Records shown below:

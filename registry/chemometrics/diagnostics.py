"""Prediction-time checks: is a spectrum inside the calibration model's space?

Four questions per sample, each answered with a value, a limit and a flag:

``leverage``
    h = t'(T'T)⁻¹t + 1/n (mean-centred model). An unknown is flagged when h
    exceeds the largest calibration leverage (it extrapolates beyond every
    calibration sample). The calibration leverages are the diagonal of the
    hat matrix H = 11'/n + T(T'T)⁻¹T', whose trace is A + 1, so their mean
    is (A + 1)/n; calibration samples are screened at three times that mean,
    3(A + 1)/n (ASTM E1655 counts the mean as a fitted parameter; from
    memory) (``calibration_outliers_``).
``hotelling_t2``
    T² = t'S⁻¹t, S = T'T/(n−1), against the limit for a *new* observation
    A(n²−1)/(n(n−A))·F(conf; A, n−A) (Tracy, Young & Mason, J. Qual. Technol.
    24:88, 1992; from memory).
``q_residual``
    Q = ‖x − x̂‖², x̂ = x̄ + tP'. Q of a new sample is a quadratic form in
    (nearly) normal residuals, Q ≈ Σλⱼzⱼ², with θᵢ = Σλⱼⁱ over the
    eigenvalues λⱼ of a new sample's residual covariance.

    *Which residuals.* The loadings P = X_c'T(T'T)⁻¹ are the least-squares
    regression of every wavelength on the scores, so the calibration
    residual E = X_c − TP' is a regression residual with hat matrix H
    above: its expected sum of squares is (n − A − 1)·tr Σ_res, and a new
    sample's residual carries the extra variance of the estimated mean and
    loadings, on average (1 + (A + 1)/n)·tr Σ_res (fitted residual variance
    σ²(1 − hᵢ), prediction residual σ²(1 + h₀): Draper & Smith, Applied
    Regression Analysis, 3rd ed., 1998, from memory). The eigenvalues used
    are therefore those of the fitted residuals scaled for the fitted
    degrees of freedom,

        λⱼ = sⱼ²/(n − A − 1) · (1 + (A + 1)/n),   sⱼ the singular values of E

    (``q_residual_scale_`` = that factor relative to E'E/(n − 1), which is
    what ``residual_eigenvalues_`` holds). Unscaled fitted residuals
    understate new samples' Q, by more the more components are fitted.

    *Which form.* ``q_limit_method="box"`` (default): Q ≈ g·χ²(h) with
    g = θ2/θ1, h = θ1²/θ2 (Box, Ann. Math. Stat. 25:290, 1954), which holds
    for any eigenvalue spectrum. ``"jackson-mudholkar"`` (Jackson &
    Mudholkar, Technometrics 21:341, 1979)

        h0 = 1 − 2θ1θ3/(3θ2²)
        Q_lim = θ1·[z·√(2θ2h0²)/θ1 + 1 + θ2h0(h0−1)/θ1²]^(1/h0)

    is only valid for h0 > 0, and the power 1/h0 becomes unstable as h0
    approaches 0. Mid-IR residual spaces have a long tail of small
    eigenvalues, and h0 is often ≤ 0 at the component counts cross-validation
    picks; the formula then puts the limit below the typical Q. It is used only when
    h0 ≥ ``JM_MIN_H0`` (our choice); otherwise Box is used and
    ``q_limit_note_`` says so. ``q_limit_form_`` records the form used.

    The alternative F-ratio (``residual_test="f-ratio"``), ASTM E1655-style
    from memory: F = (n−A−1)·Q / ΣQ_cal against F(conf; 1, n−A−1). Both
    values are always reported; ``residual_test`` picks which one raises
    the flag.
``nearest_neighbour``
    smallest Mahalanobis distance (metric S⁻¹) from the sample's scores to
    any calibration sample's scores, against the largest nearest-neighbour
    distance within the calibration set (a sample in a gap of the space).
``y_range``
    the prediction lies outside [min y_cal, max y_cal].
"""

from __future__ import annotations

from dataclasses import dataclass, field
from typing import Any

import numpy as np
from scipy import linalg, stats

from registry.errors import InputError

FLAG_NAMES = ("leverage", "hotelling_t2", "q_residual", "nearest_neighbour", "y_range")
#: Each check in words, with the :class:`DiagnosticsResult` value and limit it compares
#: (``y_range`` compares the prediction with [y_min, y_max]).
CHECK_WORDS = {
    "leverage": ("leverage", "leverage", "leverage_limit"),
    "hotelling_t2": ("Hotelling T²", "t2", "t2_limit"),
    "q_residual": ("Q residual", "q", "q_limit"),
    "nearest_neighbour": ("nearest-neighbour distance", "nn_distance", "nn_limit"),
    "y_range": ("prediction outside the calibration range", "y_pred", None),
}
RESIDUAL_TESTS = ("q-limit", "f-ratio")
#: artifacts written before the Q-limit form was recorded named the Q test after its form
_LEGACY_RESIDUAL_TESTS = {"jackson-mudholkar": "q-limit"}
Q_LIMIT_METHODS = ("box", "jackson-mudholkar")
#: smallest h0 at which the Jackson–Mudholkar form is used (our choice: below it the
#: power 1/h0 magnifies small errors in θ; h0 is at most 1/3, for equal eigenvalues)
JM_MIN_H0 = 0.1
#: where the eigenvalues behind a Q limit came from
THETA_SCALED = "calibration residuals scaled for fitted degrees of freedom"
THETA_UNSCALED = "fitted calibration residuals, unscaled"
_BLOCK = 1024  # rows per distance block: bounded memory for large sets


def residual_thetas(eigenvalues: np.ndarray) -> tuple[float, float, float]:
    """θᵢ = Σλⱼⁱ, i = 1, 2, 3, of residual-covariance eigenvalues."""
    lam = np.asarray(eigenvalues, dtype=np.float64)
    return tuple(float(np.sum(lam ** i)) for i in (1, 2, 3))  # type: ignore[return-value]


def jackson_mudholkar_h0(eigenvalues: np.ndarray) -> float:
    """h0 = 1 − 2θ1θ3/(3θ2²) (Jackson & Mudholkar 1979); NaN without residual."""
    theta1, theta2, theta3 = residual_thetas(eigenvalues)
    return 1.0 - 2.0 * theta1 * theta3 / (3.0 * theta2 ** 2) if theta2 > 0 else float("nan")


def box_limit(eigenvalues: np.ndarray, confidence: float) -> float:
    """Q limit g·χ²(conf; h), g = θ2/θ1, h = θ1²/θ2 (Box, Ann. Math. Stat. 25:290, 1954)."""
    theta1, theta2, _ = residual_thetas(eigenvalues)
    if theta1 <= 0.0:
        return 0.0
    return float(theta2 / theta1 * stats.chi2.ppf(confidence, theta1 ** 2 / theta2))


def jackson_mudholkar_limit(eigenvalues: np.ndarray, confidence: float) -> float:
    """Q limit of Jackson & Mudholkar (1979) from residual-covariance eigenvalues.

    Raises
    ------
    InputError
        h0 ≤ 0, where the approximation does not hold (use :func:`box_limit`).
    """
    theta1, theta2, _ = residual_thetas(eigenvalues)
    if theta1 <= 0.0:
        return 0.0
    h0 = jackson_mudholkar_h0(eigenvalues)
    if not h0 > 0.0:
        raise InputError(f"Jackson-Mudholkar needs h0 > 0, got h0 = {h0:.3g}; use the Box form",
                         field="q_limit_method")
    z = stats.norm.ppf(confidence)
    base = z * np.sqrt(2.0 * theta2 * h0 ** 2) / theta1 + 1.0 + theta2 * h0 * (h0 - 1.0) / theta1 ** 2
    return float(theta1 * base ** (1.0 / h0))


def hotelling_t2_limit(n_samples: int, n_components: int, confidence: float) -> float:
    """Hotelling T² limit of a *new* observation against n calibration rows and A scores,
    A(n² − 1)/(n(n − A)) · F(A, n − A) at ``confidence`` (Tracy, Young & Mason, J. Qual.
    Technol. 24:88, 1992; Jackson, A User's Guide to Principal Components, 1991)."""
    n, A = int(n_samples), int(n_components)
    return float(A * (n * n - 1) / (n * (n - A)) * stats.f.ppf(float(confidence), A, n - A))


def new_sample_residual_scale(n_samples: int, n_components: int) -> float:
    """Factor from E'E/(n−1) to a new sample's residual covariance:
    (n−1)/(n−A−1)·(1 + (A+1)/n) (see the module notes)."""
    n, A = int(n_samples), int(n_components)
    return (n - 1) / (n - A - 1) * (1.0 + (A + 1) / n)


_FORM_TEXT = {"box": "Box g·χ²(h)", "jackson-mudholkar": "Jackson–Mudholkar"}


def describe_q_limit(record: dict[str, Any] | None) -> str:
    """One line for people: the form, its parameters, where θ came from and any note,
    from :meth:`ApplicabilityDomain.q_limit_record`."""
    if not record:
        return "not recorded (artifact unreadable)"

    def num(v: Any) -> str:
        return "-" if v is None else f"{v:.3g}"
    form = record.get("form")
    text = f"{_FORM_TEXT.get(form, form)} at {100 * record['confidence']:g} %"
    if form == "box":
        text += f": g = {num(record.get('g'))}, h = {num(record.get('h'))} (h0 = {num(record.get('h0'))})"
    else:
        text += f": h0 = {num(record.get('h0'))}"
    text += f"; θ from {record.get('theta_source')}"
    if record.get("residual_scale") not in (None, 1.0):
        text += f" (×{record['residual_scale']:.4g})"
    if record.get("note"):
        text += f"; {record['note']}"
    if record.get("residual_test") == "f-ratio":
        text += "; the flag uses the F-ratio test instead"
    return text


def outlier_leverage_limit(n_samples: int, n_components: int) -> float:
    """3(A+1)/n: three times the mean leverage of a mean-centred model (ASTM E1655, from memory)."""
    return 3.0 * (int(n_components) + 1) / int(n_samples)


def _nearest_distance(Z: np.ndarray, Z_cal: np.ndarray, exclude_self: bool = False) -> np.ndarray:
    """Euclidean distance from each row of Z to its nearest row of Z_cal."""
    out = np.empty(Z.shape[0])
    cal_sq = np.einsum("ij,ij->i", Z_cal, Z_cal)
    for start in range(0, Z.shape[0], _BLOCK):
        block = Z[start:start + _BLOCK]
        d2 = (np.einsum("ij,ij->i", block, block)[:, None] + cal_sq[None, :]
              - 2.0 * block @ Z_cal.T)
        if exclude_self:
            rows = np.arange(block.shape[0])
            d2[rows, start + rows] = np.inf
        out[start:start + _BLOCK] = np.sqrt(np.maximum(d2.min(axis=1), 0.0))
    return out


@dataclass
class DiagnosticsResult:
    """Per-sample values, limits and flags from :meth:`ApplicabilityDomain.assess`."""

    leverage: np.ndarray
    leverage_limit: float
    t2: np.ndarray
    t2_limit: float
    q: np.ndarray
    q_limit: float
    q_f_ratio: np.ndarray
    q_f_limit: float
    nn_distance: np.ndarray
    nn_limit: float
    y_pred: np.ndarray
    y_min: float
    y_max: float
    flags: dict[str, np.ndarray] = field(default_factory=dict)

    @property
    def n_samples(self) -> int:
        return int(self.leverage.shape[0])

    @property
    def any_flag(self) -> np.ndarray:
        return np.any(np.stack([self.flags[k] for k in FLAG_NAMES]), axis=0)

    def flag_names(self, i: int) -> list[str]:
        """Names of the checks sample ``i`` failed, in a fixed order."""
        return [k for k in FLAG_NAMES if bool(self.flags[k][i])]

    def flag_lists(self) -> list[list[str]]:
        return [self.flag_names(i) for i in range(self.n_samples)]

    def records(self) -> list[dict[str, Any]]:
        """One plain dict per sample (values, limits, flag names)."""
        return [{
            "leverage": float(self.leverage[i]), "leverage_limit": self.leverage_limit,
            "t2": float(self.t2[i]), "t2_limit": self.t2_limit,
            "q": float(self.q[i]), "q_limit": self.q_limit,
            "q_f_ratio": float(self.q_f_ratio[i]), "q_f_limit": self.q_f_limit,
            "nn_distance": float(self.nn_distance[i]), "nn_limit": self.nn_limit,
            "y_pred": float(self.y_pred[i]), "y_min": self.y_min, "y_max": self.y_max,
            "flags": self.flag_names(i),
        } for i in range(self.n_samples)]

End of Records shown.

Exercise requirements
Scan the listing above for the line that has "return np.any(np.stack([self.flags[k] for", then copy exactly from that line through the line that has "return [self.flag_names(i) for".

Reply
        return np.any(np.stack([self.flags[k] for k in FLAG_NAMES]), axis=0)

    def flag_names(self, i: int) -> list[str]:
        """Names of the checks sample ``i`` failed, in a fixed order."""
        return [k for k in FLAG_NAMES if bool(self.flags[k][i])]

    def flag_lists(self) -> list[list[str]]:
        return [self.flag_names(i) for i in range(self.n_samples)]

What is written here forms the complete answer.